Collected data:
:::
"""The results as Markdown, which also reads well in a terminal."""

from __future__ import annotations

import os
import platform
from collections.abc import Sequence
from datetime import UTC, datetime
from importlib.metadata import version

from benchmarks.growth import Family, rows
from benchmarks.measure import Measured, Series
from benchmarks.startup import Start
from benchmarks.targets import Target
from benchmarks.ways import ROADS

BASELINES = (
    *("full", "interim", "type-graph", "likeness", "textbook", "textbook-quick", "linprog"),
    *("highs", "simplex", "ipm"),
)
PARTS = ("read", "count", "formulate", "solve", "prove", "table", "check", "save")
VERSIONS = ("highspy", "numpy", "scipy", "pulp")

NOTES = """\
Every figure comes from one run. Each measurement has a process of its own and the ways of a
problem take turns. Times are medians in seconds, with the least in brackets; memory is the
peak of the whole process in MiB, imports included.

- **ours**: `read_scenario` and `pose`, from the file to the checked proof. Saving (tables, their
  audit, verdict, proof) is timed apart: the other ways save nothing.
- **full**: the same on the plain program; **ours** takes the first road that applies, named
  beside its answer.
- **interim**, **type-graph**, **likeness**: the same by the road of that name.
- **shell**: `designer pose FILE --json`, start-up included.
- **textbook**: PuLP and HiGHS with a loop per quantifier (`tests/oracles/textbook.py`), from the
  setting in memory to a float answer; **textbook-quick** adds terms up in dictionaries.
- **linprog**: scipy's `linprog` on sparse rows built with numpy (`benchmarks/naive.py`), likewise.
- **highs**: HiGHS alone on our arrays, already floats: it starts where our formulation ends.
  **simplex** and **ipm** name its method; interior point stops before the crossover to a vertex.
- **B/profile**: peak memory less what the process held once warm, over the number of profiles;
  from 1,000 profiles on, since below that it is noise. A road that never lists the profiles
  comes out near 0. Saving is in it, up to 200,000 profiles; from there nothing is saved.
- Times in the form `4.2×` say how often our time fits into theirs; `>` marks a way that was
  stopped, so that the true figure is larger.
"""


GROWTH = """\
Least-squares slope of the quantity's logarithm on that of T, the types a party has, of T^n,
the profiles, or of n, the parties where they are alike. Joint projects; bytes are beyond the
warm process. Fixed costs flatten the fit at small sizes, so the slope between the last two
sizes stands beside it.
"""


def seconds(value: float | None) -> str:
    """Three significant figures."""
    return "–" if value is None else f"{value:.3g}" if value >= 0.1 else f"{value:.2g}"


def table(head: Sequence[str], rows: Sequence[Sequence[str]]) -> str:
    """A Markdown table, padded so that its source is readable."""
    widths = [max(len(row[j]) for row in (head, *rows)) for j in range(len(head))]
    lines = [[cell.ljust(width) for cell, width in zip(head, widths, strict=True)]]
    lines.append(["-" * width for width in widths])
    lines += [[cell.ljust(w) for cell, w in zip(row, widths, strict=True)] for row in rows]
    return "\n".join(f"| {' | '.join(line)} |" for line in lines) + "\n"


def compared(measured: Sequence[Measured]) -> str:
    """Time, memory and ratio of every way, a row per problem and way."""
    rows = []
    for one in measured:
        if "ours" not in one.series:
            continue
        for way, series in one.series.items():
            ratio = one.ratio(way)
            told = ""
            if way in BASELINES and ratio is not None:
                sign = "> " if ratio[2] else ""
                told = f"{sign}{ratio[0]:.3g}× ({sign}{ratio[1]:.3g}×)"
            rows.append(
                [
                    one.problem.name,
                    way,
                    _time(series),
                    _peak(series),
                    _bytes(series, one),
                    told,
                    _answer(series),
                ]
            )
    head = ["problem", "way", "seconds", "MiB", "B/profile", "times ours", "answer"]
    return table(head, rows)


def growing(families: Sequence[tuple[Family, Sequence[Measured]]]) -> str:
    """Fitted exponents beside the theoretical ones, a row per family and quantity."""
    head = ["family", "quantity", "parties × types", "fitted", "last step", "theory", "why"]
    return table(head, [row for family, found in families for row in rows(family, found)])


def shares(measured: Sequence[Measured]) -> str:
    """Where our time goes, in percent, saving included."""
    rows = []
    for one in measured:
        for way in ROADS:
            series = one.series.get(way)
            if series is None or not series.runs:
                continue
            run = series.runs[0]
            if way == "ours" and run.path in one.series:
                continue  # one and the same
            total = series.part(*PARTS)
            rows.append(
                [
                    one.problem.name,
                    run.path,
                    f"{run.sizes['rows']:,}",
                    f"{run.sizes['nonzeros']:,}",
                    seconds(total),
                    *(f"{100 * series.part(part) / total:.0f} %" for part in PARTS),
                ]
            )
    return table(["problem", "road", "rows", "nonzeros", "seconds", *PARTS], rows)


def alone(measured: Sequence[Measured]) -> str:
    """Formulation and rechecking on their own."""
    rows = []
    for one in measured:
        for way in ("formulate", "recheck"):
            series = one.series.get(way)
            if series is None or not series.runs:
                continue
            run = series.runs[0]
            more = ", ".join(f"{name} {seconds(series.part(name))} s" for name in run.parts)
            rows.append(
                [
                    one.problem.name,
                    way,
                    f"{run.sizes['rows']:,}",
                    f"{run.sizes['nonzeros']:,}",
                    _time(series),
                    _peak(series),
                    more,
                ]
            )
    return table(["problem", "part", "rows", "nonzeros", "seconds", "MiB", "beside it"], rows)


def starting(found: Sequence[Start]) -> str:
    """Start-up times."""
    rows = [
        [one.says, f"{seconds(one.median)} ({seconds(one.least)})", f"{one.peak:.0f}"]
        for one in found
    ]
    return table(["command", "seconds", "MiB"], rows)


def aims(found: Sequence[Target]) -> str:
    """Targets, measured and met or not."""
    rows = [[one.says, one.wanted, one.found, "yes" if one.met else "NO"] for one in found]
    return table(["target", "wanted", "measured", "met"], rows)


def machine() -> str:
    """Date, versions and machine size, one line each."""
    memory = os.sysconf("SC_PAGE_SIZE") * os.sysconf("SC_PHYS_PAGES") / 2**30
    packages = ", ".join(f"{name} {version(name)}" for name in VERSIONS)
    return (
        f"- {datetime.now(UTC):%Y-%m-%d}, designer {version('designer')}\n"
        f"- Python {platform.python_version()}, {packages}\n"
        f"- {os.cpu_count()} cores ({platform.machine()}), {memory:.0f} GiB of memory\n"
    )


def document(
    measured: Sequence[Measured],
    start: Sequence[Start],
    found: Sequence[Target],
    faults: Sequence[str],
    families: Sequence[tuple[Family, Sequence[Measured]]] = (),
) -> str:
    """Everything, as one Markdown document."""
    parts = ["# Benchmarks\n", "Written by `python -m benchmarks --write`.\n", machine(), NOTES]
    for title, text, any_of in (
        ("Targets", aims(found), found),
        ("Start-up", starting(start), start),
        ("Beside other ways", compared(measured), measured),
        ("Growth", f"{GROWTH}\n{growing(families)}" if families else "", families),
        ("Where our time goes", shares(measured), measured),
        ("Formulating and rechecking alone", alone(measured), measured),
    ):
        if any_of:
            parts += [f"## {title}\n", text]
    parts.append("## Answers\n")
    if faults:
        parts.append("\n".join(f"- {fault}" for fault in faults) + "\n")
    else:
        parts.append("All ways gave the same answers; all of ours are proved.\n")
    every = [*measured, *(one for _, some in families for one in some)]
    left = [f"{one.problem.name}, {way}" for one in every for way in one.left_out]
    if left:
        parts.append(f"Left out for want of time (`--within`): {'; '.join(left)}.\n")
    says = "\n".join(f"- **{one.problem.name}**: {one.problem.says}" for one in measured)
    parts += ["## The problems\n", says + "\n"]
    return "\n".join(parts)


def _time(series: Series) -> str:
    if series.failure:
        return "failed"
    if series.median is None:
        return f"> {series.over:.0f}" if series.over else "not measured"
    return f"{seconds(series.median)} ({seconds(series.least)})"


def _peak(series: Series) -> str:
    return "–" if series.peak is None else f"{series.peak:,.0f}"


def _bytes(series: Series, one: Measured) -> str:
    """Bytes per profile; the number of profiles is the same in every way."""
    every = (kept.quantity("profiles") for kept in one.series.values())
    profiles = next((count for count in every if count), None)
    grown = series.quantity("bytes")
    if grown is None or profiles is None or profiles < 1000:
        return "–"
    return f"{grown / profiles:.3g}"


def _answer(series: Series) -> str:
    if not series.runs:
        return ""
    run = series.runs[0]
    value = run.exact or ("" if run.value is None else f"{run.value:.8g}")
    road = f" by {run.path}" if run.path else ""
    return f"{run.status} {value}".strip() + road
:::
**What the task asks**
Return the lines above precisely as they appear, beginning at the first line and ending at the line with "from 1,000 profiles", and nothing after it.

**Answer for this exercise**
"""The results as Markdown, which also reads well in a terminal."""

from __future__ import annotations

import os
import platform
from collections.abc import Sequence
from datetime import UTC, datetime
from importlib.metadata import version

from benchmarks.growth import Family, rows
from benchmarks.measure import Measured, Series
from benchmarks.startup import Start
from benchmarks.targets import Target
from benchmarks.ways import ROADS

BASELINES = (
    *("full", "interim", "type-graph", "likeness", "textbook", "textbook-quick", "linprog"),
    *("highs", "simplex", "ipm"),
)
PARTS = ("read", "count", "formulate", "solve", "prove", "table", "check", "save")
VERSIONS = ("highspy", "numpy", "scipy", "pulp")

NOTES = """\
Every figure comes from one run. Each measurement has a process of its own and the ways of a
problem take turns. Times are medians in seconds, with the least in brackets; memory is the
peak of the whole process in MiB, imports included.

- **ours**: `read_scenario` and `pose`, from the file to the checked proof. Saving (tables, their
  audit, verdict, proof) is timed apart: the other ways save nothing.
- **full**: the same on the plain program; **ours** takes the first road that applies, named
  beside its answer.
- **interim**, **type-graph**, **likeness**: the same by the road of that name.
- **shell**: `designer pose FILE --json`, start-up included.
- **textbook**: PuLP and HiGHS with a loop per quantifier (`tests/oracles/textbook.py`), from the
  setting in memory to a float answer; **textbook-quick** adds terms up in dictionaries.
- **linprog**: scipy's `linprog` on sparse rows built with numpy (`benchmarks/naive.py`), likewise.
- **highs**: HiGHS alone on our arrays, already floats: it starts where our formulation ends.
  **simplex** and **ipm** name its method; interior point stops before the crossover to a vertex.
- **B/profile**: peak memory less what the process held once warm, over the number of profiles;
  from 1,000 profiles on, since below that it is noise. A road that never lists the profiles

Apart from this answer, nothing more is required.